··· RECORD SET ···

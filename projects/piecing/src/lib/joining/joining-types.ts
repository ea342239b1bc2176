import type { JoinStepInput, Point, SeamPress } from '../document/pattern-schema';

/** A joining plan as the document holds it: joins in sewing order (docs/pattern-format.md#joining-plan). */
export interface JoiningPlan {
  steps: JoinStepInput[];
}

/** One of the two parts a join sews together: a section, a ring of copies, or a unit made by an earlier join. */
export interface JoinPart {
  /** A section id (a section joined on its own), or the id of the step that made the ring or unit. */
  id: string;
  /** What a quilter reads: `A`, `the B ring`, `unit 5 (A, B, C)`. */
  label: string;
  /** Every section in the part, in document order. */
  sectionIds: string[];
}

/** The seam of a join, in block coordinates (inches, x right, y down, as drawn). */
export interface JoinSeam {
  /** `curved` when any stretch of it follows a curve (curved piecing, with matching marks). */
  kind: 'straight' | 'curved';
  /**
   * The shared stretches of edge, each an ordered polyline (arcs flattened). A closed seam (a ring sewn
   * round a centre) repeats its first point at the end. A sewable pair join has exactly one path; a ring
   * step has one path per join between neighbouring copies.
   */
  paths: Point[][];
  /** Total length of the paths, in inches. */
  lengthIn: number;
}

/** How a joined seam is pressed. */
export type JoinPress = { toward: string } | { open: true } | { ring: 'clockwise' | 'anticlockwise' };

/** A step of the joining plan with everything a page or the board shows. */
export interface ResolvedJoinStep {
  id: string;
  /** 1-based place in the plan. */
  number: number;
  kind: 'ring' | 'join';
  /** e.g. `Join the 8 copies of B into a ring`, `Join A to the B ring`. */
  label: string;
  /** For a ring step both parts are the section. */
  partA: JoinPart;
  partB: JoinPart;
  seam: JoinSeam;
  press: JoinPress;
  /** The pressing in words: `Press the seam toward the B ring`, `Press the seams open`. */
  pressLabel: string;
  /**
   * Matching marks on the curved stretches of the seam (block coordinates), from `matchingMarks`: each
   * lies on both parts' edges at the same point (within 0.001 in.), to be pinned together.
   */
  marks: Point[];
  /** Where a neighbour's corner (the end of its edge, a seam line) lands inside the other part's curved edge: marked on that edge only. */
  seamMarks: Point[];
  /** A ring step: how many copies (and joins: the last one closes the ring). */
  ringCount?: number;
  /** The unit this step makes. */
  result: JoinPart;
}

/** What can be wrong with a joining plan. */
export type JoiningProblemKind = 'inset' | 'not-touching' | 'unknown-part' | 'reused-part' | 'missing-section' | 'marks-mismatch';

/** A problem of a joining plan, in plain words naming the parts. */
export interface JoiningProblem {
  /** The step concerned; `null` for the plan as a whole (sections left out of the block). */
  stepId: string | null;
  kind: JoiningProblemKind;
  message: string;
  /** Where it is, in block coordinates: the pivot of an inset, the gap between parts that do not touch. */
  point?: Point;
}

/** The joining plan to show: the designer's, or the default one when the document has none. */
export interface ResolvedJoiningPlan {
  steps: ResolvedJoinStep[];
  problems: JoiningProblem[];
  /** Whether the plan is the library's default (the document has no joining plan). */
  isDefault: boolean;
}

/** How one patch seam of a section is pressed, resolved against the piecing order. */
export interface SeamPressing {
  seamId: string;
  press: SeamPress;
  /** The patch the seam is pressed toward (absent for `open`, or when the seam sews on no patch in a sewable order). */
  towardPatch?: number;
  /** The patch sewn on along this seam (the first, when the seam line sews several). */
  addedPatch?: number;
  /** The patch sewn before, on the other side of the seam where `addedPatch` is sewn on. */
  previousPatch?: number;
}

···
··· RECORD SET ···

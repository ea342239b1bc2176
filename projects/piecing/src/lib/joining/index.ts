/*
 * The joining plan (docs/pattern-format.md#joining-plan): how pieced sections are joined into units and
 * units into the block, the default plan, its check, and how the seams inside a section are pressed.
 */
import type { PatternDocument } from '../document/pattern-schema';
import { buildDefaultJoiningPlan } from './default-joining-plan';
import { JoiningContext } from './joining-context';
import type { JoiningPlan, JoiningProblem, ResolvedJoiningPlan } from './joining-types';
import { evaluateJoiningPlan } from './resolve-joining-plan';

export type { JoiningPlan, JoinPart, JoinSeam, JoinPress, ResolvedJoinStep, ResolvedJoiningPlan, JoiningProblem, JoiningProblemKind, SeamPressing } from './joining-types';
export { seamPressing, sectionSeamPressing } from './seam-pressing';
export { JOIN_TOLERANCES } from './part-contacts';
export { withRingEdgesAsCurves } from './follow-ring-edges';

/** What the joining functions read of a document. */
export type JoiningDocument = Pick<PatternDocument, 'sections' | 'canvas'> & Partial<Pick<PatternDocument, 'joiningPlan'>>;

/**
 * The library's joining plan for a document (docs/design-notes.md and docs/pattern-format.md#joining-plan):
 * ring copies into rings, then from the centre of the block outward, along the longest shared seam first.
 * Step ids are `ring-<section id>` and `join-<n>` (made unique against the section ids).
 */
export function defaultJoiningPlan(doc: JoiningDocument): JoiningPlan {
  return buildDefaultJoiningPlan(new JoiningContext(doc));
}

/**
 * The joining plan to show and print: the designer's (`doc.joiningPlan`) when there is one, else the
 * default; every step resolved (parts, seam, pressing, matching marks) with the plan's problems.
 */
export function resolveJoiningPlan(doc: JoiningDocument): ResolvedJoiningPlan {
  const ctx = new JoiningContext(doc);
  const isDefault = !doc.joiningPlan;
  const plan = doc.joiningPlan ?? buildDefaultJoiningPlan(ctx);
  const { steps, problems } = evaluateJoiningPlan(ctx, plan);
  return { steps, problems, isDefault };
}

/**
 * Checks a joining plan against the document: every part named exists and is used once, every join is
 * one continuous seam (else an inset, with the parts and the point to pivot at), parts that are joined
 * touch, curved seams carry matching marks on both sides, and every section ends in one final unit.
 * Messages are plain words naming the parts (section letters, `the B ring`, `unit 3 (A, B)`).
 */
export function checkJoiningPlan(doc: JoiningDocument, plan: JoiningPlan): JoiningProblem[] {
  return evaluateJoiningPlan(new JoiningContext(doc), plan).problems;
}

···

YOUR INSTRUCTIONS ::
Look above for the line with "seam: JoinSeam;" and the line with "message: string;". Retype those two lines and every line between them exactly, adding nothing.

RESPONSE TO THIS TASK ::
  seam: JoinSeam;
  press: JoinPress;
  /** The pressing in words: `Press the seam toward the B ring`, `Press the seams open`. */
  pressLabel: string;
  /**
   * Matching marks on the curved stretches of the seam (block coordinates), from `matchingMarks`: each
   * lies on both parts' edges at the same point (within 0.001 in.), to be pinned together.
   */
  marks: Point[];
  /** Where a neighbour's corner (the end of its edge, a seam line) lands inside the other part's curved edge: marked on that edge only. */
  seamMarks: Point[];
  /** A ring step: how many copies (and joins: the last one closes the ring). */
  ringCount?: number;
  /** The unit this step makes. */
  result: JoinPart;
}

/** What can be wrong with a joining plan. */
export type JoiningProblemKind = 'inset' | 'not-touching' | 'unknown-part' | 'reused-part' | 'missing-section' | 'marks-mismatch';

/** A problem of a joining plan, in plain words naming the parts. */
export interface JoiningProblem {
  /** The step concerned; `null` for the plan as a whole (sections left out of the block). */
  stepId: string | null;
  kind: JoiningProblemKind;
  message: string;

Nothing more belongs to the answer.